‘Gendercide’ documentary at the Angelika Thursday night

Rick Halperin, director of the Embrey Human Rights Program in SMU's Dedman College of Humanities and Sciences, moderated discussion after screening the gendercide documentary "It's a Girl."

Spotlighting this injustice is “It’s a Girl,” a powerful documentary to be followed by a panel discussion Oct. 17 from 6:30–8:30 p.m. at the Angelika Film Center in Dallas.
 
Admission will be $5, with the advance purchase of tickets recommended by visiting gendap.org or dfwworld.org. The Gendercide Awareness Project-sponsored event is co-sponsored by SMU’s Embrey Human Rights Program, the World Affairs Council of Dallas/Fort Worth and Shadowline Films.
 
“It’s a Girl” tells the stories of abandoned and trafficked girls, women who suffer extreme dowry-related violence, brave mothers fighting to save their daughters’ lives and other mothers who literally would kill for a son. Such atrocities are rampant in India, China, Africa and, increasingly, Mexico, but also exist in other regions. Global experts and grassroots activists put the stories in context and advocate different paths toward change.
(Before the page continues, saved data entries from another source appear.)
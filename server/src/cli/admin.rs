//! Registration commands: sites, lines, sequences, tokens, alert recipients.

use std::path::{Path, PathBuf};
use std::time::Duration;

use anyhow::{Context, bail};
use clap::{Subcommand, ValueEnum};

use crate::auth::{hash_token, new_line_token};
use crate::db::lines::NewLine;
use crate::db::recipients::{Delivery, NewRecipient};
use crate::db::{self, Db};
use crate::files;

/// `ohmline site …`
#[derive(Debug, Subcommand)]
pub enum SiteCmd {
    /// Register a site.
    Add {
        /// Unique name.
        name: String,
        /// Free text.
        #[arg(long, default_value = "")]
        description: String,
    },
    /// List sites.
    List,
}

/// Orientation of a line relative to the embankment.
#[derive(Debug, Clone, Copy, ValueEnum)]
pub enum Orientation {
    /// Along the crest.
    Longitudinal,
    /// Across the embankment.
    Transverse,
}

impl Orientation {
    fn as_str(self) -> &'static str {
        match self {
            Orientation::Longitudinal => "longitudinal",
            Orientation::Transverse => "transverse",
        }
    }
}

/// `ohmline line …`
#[derive(Debug, Subcommand)]
pub enum LineCmd {
    /// Register a line with its electrodes (and optionally its first sequence).
    Add {
        /// Site name.
        #[arg(long)]
        site: String,
        /// Unique slug: lower-case letters, digits and '-', used in URLs.
        #[arg(long)]
        name: String,
        /// Electrodes CSV (columns label,x,z; optional easting,northing).
        #[arg(long, value_name = "FILE")]
        electrodes: PathBuf,
        /// Sequence CSV (columns a,b,m,n with electrode labels).
        #[arg(long, value_name = "FILE")]
        sequence: Option<PathBuf>,
        /// Along the crest or across the embankment.
        #[arg(long, value_enum, default_value = "longitudinal")]
        orientation: Orientation,
        /// Expected time between epochs, e.g. 6h or 90min.
        #[arg(long, default_value = "6h", value_parser = humantime::parse_duration)]
        interval: Duration,
        /// Free text.
        #[arg(long, default_value = "")]
        notes: String,
    },
    /// List lines.
    List,
}

/// `ohmline sequence …`
#[derive(Debug, Subcommand)]
pub enum SequenceCmd {
    /// Store a new version of a line's sequence.
    Add {
        /// Line slug.
        #[arg(long)]
        line: String,
        /// Sequence CSV (columns a,b,m,n with electrode labels).
        #[arg(long, value_name = "FILE")]
        file: PathBuf,
        /// Name of the sequence (default: the file name).
        #[arg(long)]
        name: Option<String>,
    },
    /// List the versions of a line's sequence.
    List {
        /// Line slug.
        #[arg(long)]
        line: String,
    },
}

/// `ohmline token …`
#[derive(Debug, Subcommand)]
pub enum TokenCmd {
    /// Issue a meter token for a line; prints only the token.
    Issue {
        /// Line slug.
        #[arg(long)]
        line: String,
        /// Which meter or person holds it.
        #[arg(long, default_value = "")]
        label: String,
    },
    /// Revoke a token by id.
    Revoke {
        /// Token id (see `token list`).
        id: i64,
    },
    /// List a line's tokens (never the secrets).
    List {
        /// Line slug.
        #[arg(long)]
        line: String,
    },
}

/// `ohmline recipient …`
#[derive(Debug, Subcommand)]
pub enum RecipientCmd {
    /// Add a recipient of alert emails.
    Add {
        /// Email address.
        email: String,
        /// Display name.
        #[arg(long, default_value = "")]
        name: String,
        /// Only alerts of this site (default: every site).
        #[arg(long)]
        site: Option<String>,
        /// Lowest level sent: 0 = also notices (line-wide wetting, data quality),
        /// 1, 2, … = that trigger level and above.
        #[arg(long, default_value_t = 0)]
        min_level: u8,
        /// One daily digest instead of an email per alert event.
        #[arg(long)]
        digest_only: bool,
    },
    /// List recipients.
    List,
    /// Remove a recipient by id; its undelivered emails are cancelled.
    Remove {
        /// Recipient id (see `recipient list`).
        id: i64,
    },
}

fn read_file(path: &Path) -> anyhow::Result<String> {
    std::fs::read_to_string(path).with_context(|| format!("reading {}", path.display()))
}

/// Checks a line slug: 1–64 of `a-z`, `0-9`, `-`, not starting or ending with `-`.
pub fn check_slug(name: &str) -> anyhow::Result<()> {
    let ok = !name.is_empty()
        && name.len() <= 64
        && name.bytes().all(|b| b.is_ascii_lowercase() || b.is_ascii_digit() || b == b'-')
        && !name.starts_with('-')
        && !name.ends_with('-');
    if !ok {
        bail!(
            "line name {name:?} must be 1–64 lower-case letters, digits or '-', not starting or ending with '-'"
        );
    }
    Ok(())
}

async fn line_by_name(db: &Db, name: &str) -> anyhow::Result<db::lines::Line> {
    db::lines::by_name(db, name).await?.with_context(|| format!("no line named {name:?}"))
}

pub async fn site(db: &Db, cmd: SiteCmd) -> anyhow::Result<()> {
    match cmd {
        SiteCmd::Add { name, description } => {
            if name.trim().is_empty() {
                bail!("a site needs a name");
            }
            let s = db::sites::create(db, name.trim(), &description).await?;
            db::audit::record(db, "cli", "site.add", &s.name, "").await?;
            println!("site {} registered (id {})", s.name, s.id);
        }
        SiteCmd::List => {
            for s in db::sites::list(db).await? {
                println!("{}\t{}\t{}", s.id, s.name, s.description);
            }
        }
    }
    Ok(())
}

pub async fn line(db: &Db, cmd: LineCmd) -> anyhow::Result<()> {
    match cmd {
        LineCmd::Add { site, name, electrodes, sequence, orientation, interval, notes } => {
            check_slug(&name)?;
            let site = db::sites::by_name(db, &site).await?.with_context(|| {
                format!("no site named {site:?}; add it with `ohmline site add`")
            })?;
            let e_file = electrodes.display().to_string();
            let (new_electrodes, geometry) =
                files::read_electrodes(&e_file, &read_file(&electrodes)?)?;
            let seq = match &sequence {
                Some(p) => {
                    Some(files::read_sequence(&p.display().to_string(), &read_file(p)?, &geometry)?)
                }
                None => None,
            };
            let seq_name = sequence.as_ref().map(|p| file_stem(p)).unwrap_or_default();
            if interval.as_secs() == 0 {
                bail!("--interval must be at least one second");
            }
            let (line, seq_row) = db::lines::create(
                db,
                &NewLine {
                    site_id: site.id,
                    name: &name,
                    orientation: orientation.as_str(),
                    expected_interval_s: interval.as_secs() as i64,
                    notes: &notes,
                    electrodes: &new_electrodes,
                    sequence: seq.as_ref().map(|s| (seq_name.as_str(), s)),
                },
            )
            .await?;
            db::audit::record(
                db,
                "cli",
                "line.register",
                &line.name,
                &format!("{} electrodes", new_electrodes.len()),
            )
            .await?;
            print!(
                "line {} registered (id {}) with {} electrodes",
                line.name,
                line.id,
                new_electrodes.len()
            );
            match seq_row {
                Some(s) => println!(
                    ", sequence {:?} version {} with {} quadrupoles",
                    s.name, s.version, s.n_quadrupoles
                ),
                None => println!(", no sequence yet"),
            }
        }
        LineCmd::List => {
            for l in db::lines::list(db, None).await? {
                println!(
                    "{}\t{}\t{}\t{} electrodes\t{} epochs\tlast {}",
                    l.site,
                    l.name,
                    l.orientation,
                    l.n_electrodes,
                    l.n_epochs,
                    l.last_epoch_at.map(|t| t.to_rfc3339()).unwrap_or_else(|| "never".into())
                );
            }
        }
    }
    Ok(())
}

fn file_stem(p: &Path) -> String {
    p.file_stem().map(|s| s.to_string_lossy().to_string()).unwrap_or_else(|| "sequence".into())
}

pub async fn sequence(db: &Db, cmd: SequenceCmd) -> anyhow::Result<()> {
    match cmd {
        SequenceCmd::Add { line, file, name } => {
            let line = line_by_name(db, &line).await?;
            let geometry = db::lines::geometry(db, line.id).await?;
            let seq =
                files::read_sequence(&file.display().to_string(), &read_file(&file)?, &geometry)?;
            let name = name.unwrap_or_else(|| file_stem(&file));
            let row = db::sequences::create(db, line.id, &name, &seq).await?;
            let detail = format!("version {} {:?}", row.version, row.name);
            db::audit::record(db, "cli", "sequence.upload", &line.name, &detail).await?;
            println!(
                "sequence {:?} version {} stored for line {} ({} quadrupoles, {} reciprocal pairs)",
                row.name,
                row.version,
                line.name,
                row.n_quadrupoles,
                seq.reciprocal_pairs().count()
            );
        }
        SequenceCmd::List { line } => {
            let line = line_by_name(db, &line).await?;
            for s in db::sequences::list(db, line.id).await? {
                println!(
                    "v{}\t{}\t{} quadrupoles\t{}",
                    s.version,
                    s.name,
                    s.n_quadrupoles,
                    s.created_at.to_rfc3339()
                );
            }
        }
    }
    Ok(())
}

/// Issues a meter token for a line (recorded in the audit trail with the
/// actor `cli`); returns the secret.
pub async fn issue_line_token(
    db: &Db,
    line: &db::lines::Line,
    label: &str,
) -> anyhow::Result<String> {
    let secret = new_line_token();
    let t = db::tokens::insert(db, line.id, &hash_token(&secret), label).await?;
    tracing::info!(token_id = t.id, line = %line.name, "token issued");
    db::audit::record(db, "cli", "line_token.issue", &line.name, &format!("token {}", t.id))
        .await?;
    Ok(secret)
}

pub async fn token(db: &Db, cmd: TokenCmd) -> anyhow::Result<()> {
    match cmd {
        TokenCmd::Issue { line, label } => {
            let line = line_by_name(db, &line).await?;
            println!("{}", issue_line_token(db, &line, &label).await?);
        }
        TokenCmd::Revoke { id } => {
            let t = db::tokens::revoke(db, id).await?;
            let line = db::lines::by_id(db, t.line_id).await?.map(|l| l.name).unwrap_or_default();
            db::audit::record(db, "cli", "line_token.revoke", &line, &format!("token {id}"))
                .await?;
            println!(
                "token {} revoked at {}",
                t.id,
                t.revoked_at.map(|x| x.to_rfc3339()).unwrap_or_default()
            );
        }
        TokenCmd::List { line } => {
            let line = line_by_name(db, &line).await?;
            for t in db::tokens::list(db, line.id).await? {
                println!(
                    "{}\t{}\tissued {}\t{}\tlast used {}",
                    t.id,
                    t.label,
                    t.created_at.to_rfc3339(),
                    t.revoked_at
                        .map(|x| format!("revoked {}", x.to_rfc3339()))
                        .unwrap_or_else(|| "active".into()),
                    t.last_used_at.map(|x| x.to_rfc3339()).unwrap_or_else(|| "never".into())
                );
            }
        }
    }
    Ok(())
}

pub async fn recipient(db: &Db, cmd: RecipientCmd) -> anyhow::Result<()> {
    match cmd {
        RecipientCmd::Add { email, name, site, min_level, digest_only } => {
            let address: lettre::Address = email
                .trim()
                .parse()
                .with_context(|| format!("{email:?} is not an email address"))?;
            if name.chars().any(char::is_control) {
                bail!("--name must be one line");
            }
            let site_id = match &site {
                Some(s) => Some(
                    db::sites::by_name(db, s)
                        .await?
                        .with_context(|| {
                            format!("no site named {s:?}; add it with `ohmline site add`")
                        })?
                        .id,
                ),
                None => None,
            };
            let r = db::recipients::add(
                db,
                &NewRecipient {
                    email: &address,
                    name: name.trim(),
                    site_id,
                    min_level,
                    delivery: if digest_only { Delivery::DigestOnly } else { Delivery::PerEvent },
                },
            )
            .await?;
            println!("recipient {} added (id {})", r.email, r.id);
        }
        RecipientCmd::List => {
            for r in db::recipients::list(db).await? {
                println!(
                    "{}\t{}\t{}\t{}\tlevel >= {}\t{}",
                    r.id,
                    r.email,
                    r.name,
                    r.site.as_deref().unwrap_or("all sites"),
                    r.min_level,
                    if r.digest_only { "daily digest" } else { "per event" }
                );
            }
        }
        RecipientCmd::Remove { id } => {
            let removed = db::recipients::remove(db, id).await?;
            println!(
                "recipient {} removed (id {}); {} undelivered email(s) cancelled",
                removed.recipient.email, removed.recipient.id, removed.cancelled
            );
        }
    }
    Ok(())
}

#[cfg(test)]
mod tests {
    use super::*;

    #[test]
    fn slugs() {
        assert!(check_slug("crest-north-2").is_ok());
        for bad in ["", "Crest", "a b", "-a", "a-", "a/b"] {
            assert!(check_slug(bad).is_err(), "{bad:?}");
        }
    }
}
They also lament the lack of effective action against the cultures that secretly or openly support gendercide.
 
“It’s unthinkable that parents can be conditioned to believe it’s acceptable to kill or abandon their own child,” says Rick Halperin, director of the Embrey Human Rights Program in SMU’s Dedman College of Humanities & Sciences. “It’s vitally important to see that the announcement, ‘It’s a girl,’ is seen as an expression of elation, rather than a death sentence.”
 
Halperin, three-time board chair of Amnesty International USA, will serve as moderator of the post-screening discussion to feature Karisa Cloward, an SMU political science professor associated with the John Goodwin Tower Center for Political Studies and focused on gender and politics and transnational activism; Hind Jarrah, co-founder of the Texas Muslim Women’s Foundation, which promotes understanding and respect for multicultural diversity; and Reggie Littlejohn, an internationally recognized expert on China’s one-child policy and founder-president of Women’s Rights Without Frontiers, a global coalition to expose and oppose forced abortion, gendercide and sexual slavery in China. (Littlejohn also led the international effort to free blind activist Chen Guangcheng, allowed into the United States this May.)